今朝の「天声人語」が回りくどい(笑)。「だ」率も高く、こんな文章を書き写していると本当にアホになる。
冒頭の文である。《戦前から戦中にかけて、新聞や雑誌はときに検閲で発禁処分となり、損失に苦しんだ。》
まず「だ」で終わっている。そしてこの一文だけで「はは~ん、あいちトリエンナーレのネタだな!」って判ってしまうでしょ。ひねりもなんにもあったもんじゃない。続く第2文が《印刷を終えたのに販売できなくなるからだ。》で、また「だ」だ。
コラムを構成する文のうち「だ」で終わる文が10%を超えると悪文、15%を超えると幼稚の領域に入ると、作家の日垣隆さんは言っている。ワシャもそう思う。
その基準からいうと、今朝の「天声人語」は19文中5文が「だ」終わりで、「だ」率2割6分で、幼稚の域に達している。
まぁいいや。幼稚な「起こし」を受ける「承」である。
戦前の報道規制・検閲についての事例を示して、コラムの中ほどに至って、ようやく《愛知県で開催中の芸術祭に国が補助金を交付しないと発表したからだ。》と、またもや「だ」文で、今日の核心の正体を表す。遅いっていうの!

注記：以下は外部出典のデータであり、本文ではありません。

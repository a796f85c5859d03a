import { Router } from 'express';
import type { Context } from '../../context.ts';

export function periodRoutes(_context: Context): Router {
  return Router();
}
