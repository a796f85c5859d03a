import { afterAll, beforeAll, describe, expect, it } from 'vitest';
import { ft2, stockUp } from '../../testing/stockroom.ts';
import { startTestShop } from '../../testing/test-shop.ts';
import { readLabels } from './read-labels.ts';

let shop: Awaited<ReturnType<typeof startTestShop>>;
let things: Awaited<ReturnType<typeof stockUp>>;
let lot: { id: number; tag: string };

beforeAll(async () => {
  shop = await startTestShop({ PUBLIC_URL: 'http://shop.example.com' });
  things = await stockUp(shop);
  const side = { leatherId: things.leatherId, form: 'side', measuredAreaMm2: ft2(24.75) };
  const { body } = await shop
    .as('owner')
    .post('/api/receipts')
    .send({ lots: [{ ...side, place: 'rack 2' }] })
    .expect(201);
  lot = body.lots[0];
});
afterAll(() => shop.close());

const print = (query: object) => shop.as('maker').get('/api/labels/file').query(query);

describe('tags', () => {
  it('say what it is, where it lies and when it came, and carry an address', async () => {
    const { hardwareId } = things;
    const labels = await readLabels(shop.context.orm.em.fork(), {
      lots: [lot.id],
      hardware: [hardwareId],
      publicUrl: 'http://shop.example.com',
    });
    const bin = `B-${String(hardwareId).padStart(4, '0')}`;
    expect(labels).toMatchObject([
      {
        tag: lot.tag,
        code: `http://shop.example.com/t/${lot.tag}`,
        lines: ['side, 24.75 ft²', 'rack 2', 'received Tue 1 Dec 2026'],
      },
      {
        tag: bin,
        code: `http://shop.example.com/t/${bin}`,
        lines: ['hardware', 'in packs of 100'],
      },
    ]);
  });

  it('come as a PDF of the size that was asked for', async () => {
    const { body, headers } = await print({
      lots: lot.id,
      page: 'letter',
      rows: 5,
      start: 10,
    }).expect(200);
    expect(headers['content-type']).toContain('application/pdf');
    const text = (body as Buffer).toString('latin1');
    expect(text.startsWith('%PDF')).toBe(true);
    expect(text).toMatch(/MediaBox \[0 0 612 792\]/);
  });

  it('are refused where nothing is chosen, or the sheet cannot be', async () => {
    const faultOf = async (query: object) =>
      (await print(query).expect(422)).body.errors[0].field as string;
    expect(await faultOf({})).toBe('lots');
    expect(await faultOf({ lots: lot.id, columns: 3 })).toBe('columns');
    expect(await faultOf({ lots: lot.id, start: 13 })).toBe('start');
    expect(await faultOf({ lots: lot.id, widthMm: 5 })).toBe('widthMm');
    expect(await faultOf({ lots: 'all' })).toBe('lots');
    await shop.as('bookkeeper').get('/api/labels/file').expect(403);
  });
});
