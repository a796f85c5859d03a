import type { Endpoint, Role, Session } from '@hidewright/contract';
import type { RouteObject } from 'react-router-dom';
import { describe, expect, it, vi } from 'vitest';
import { sessionQuery } from '../features/session/session.queries.ts';
import { queryClient } from '../lib/query-client.ts';
import { roomAt } from './rooms.ts';
import { benchRoutes } from './routes/bench.routes.ts';
import { booksRoutes } from './routes/books.routes.ts';
import { counterRoutes } from './routes/counter.routes.ts';
import { officeRoutes } from './routes/office.routes.ts';
import { patternRoomRoutes } from './routes/pattern-room.routes.ts';
import { stockroomRoutes } from './routes/stockroom.routes.ts';
import { todayRoutes } from './routes/today.routes.ts';

const asked: Endpoint[] = [];

vi.mock('../lib/api.ts', () => ({
  call: (endpoint: Endpoint) => {
    asked.push(endpoint);
    return Promise.resolve({ items: [], next: null });
  },
}));

interface Page {
  path: string;
  guards: readonly unknown[];
  lazy: () => Promise<{ loader?: (asked: object) => unknown }>;
}

/** Every page of a room, with what stands before it. */
function pagesOf(route: RouteObject, above: { path: string; guards: readonly unknown[] }): Page[] {
  const path = [above.path, route.path].filter(Boolean).join('/');
  const guards = [...above.guards, ...(route.middleware ?? [])];
  const own =
    typeof route.lazy === 'function' ? [{ path, guards, lazy: route.lazy as Page['lazy'] }] : [];
  return [...own, ...(route.children ?? []).flatMap((child) => pagesOf(child, { path, guards }))];
}

const pages = [
  ...[todayRoutes, counterRoutes, patternRoomRoutes, benchRoutes],
  ...[stockroomRoutes, booksRoutes, officeRoutes],
].flatMap((room) => room.flatMap((route) => pagesOf(route, { path: '', guards: [] })));

/** What a page says to somebody for whom it is closed, before it has asked anything. */
async function closedTo({ guards }: Page, role: Role): Promise<string | undefined> {
  const session = { firstRun: false, person: { role } } as Session;
  queryClient.clear();
  queryClient.setQueryData(sessionQuery().queryKey, session);
  try {
    for (const guard of guards as (() => Promise<unknown>)[]) await guard();
    return undefined;
  } catch (refusal) {
    if (refusal instanceof Response && refusal.status === 403) return refusal.text();
    throw refusal;
  }
}

/** What a page asks although the API refuses it to them. */
async function refused(page: Page, role: Role): Promise<string[]> {
  if ((await closedTo(page, role)) !== undefined) return [];
  asked.length = 0;
  const { loader } = await page.lazy();
  const request = new Request(`http://shop.example.com${page.path}`);
  // Not every page can make something of an empty answer; what it asked is known all the same.
  await Promise.resolve(loader?.({ params: { id: '1' }, request })).catch(() => undefined);
  return asked
    .filter(({ access }) => typeof access !== 'string' && !access.includes(role))
    .map(({ method, path }) => `${role} ${page.path}: ${method} ${path}`);
}

describe('the pages', () => {
  it.each(pages)('ask nothing that the API would refuse at $path', async (page) => {
    const room = roomAt(page.path);
    expect(room).toBeDefined();
    for (const role of room?.roles ?? []) expect(await refused(page, role)).toEqual([]);
  });

  it.each<[string, Role, string | undefined]>([
    ['/stockroom/to-order', 'bookkeeper', 'Only the owner or the maker can see this.'],
    ['/stockroom/to-order', 'maker', undefined],
    ['/counter/customers/:id', 'maker', 'Only the owner or the bookkeeper can see this.'],
    ['/bench/week-mix', 'maker', 'Only the owner can see this.'],
    [
      '/stockroom/receive',
      'bookkeeper',
      'Only the owner or the maker can write this. You can read what is there.',
    ],
  ])('say at %s to the %s: %s', async (path, role, said) => {
    const page = pages.find((each) => each.path === path);
    expect(page && (await closedTo(page, role))).toBe(said);
  });
});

そして「転」だけど、「脅迫電話」、「警備が必要」、「国への事前報告の未実施」、その結果の「補助金不交付」のあらましが6行にわたって記載されている。でも、そんなもの短いコラムの中で縷々述べるネタだろうか。すでにそんなことは2日も前に報道されている。イワシの刺身なら腐っているぞ。
そしてコラムはラストに向かってハチャメチャになっていく。
国の対応が「後出しじゃんけんだ」と叫ぶが、おいおい、天声人語くん、そもそも国の補助金など大方「後出し」なのである。そんなことは全国津々浦々どこの自治体でもいいから行って聞いてこい。小さな町の小さな補助金だって「後出し」である。補助金の実績報告、請求書などに不備があれば、交付されないのは当たり前。今回の文部科学省の対応はなにも間違っていない。

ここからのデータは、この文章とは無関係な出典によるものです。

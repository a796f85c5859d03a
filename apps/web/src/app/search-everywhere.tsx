import { Dialog } from '@base-ui/react/dialog';
import { Search } from 'lucide-react';
import { useEffect, useState } from 'react';
import { SearchBox } from './search-box.tsx';

/** The field in the header; it opens, or Ctrl-K does, a search over everything that has a number or a name. */
export function SearchEverywhere() {
  const [open, setOpen] = useState(false);

  useEffect(() => {
    function onKey(event: KeyboardEvent) {
      if (event.key.toLowerCase() !== 'k' || !(event.ctrlKey || event.metaKey) || event.altKey)
        return;
      event.preventDefault();
      setOpen(true);
    }
    window.addEventListener('keydown', onKey);
    return () => window.removeEventListener('keydown', onKey);
  }, []);

  return (
    <Dialog.Root open={open} onOpenChange={setOpen}>
      <Dialog.Trigger
        aria-keyshortcuts="Control+K"
        className="flex size-10 shrink-0 items-center justify-center gap-2 rounded text-ink-soft hover:bg-stitch/20 md:h-9 md:w-64 md:justify-start md:border md:border-edge md:bg-card md:px-3 lg:w-96"
      >
        <Search size={18} aria-hidden="true" className="shrink-0" />
        <span className="sr-only grow truncate text-left text-sm md:not-sr-only">
          Find a number, customer, pattern, tag…
        </span>
        <kbd
          aria-hidden="true"
          className="hidden rounded border border-stitch px-1.5 font-sans text-sm whitespace-nowrap lg:block"
        >
          Ctrl K
        </kbd>
      </Dialog.Trigger>
      <Dialog.Portal>
        <Dialog.Backdrop className="fixed inset-0 z-40 bg-[rgb(35_32_27/0.45)]" />
        <Dialog.Popup className="fixed top-[8dvh] left-1/2 z-50 w-[min(40rem,calc(100vw-1.5rem))] -translate-x-1/2 overflow-hidden rounded bg-card shadow-top outline-none">
          <Dialog.Title className="sr-only">Find anything</Dialog.Title>
          <SearchBox onDone={() => setOpen(false)} />
        </Dialog.Popup>
      </Dialog.Portal>
    </Dialog.Root>
  );
}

そして「天声人語」は、最後に大きく事実を履き違えて(もちろんわざとだが)、「結」に至る。
《求められるのは脅迫や妨害に立ち向かうことなのに、これでは後押しをしているように見える。》
違う。確かに「脅迫」はあった。しかし、重要な問題は、これほどまでにひどいプロパガンダを許して、公費を使って公共施設で展示してしまったことである。
その点は、左寄りの大村知事でさえ、芸術監督の津田大介氏を悪者にして「ジャーナリストとしての野心を芸術監督としての責務より優先させた」と指弾しているではないか(この指弾もおかしいけれど、脇道にずれるのでここでは言わない)。芸術監督の責務でないことをやってしまった、そのことは間違いだったと大村知事は認めている。
にも関わらず、「天声人語」は陳腐な締めの言葉をもっともらしく書く。
《芸術には訴える力があり、それを抑えつけたい人がいる。いつの時代も同じかもしれない。》って、何が言いたいのあんた。
ただ、これほどまでにひどい「天声人語」でも、たった一つ役に立つことがある。「天声人語」がこう言ったのである。ということは、「天声人語」の示す反対側にまともな正解があるんですね。「天声人語」を読み終えて、ワシャは「なるほど」と深く頷くのであった。「天声人語」よ、ありがとう。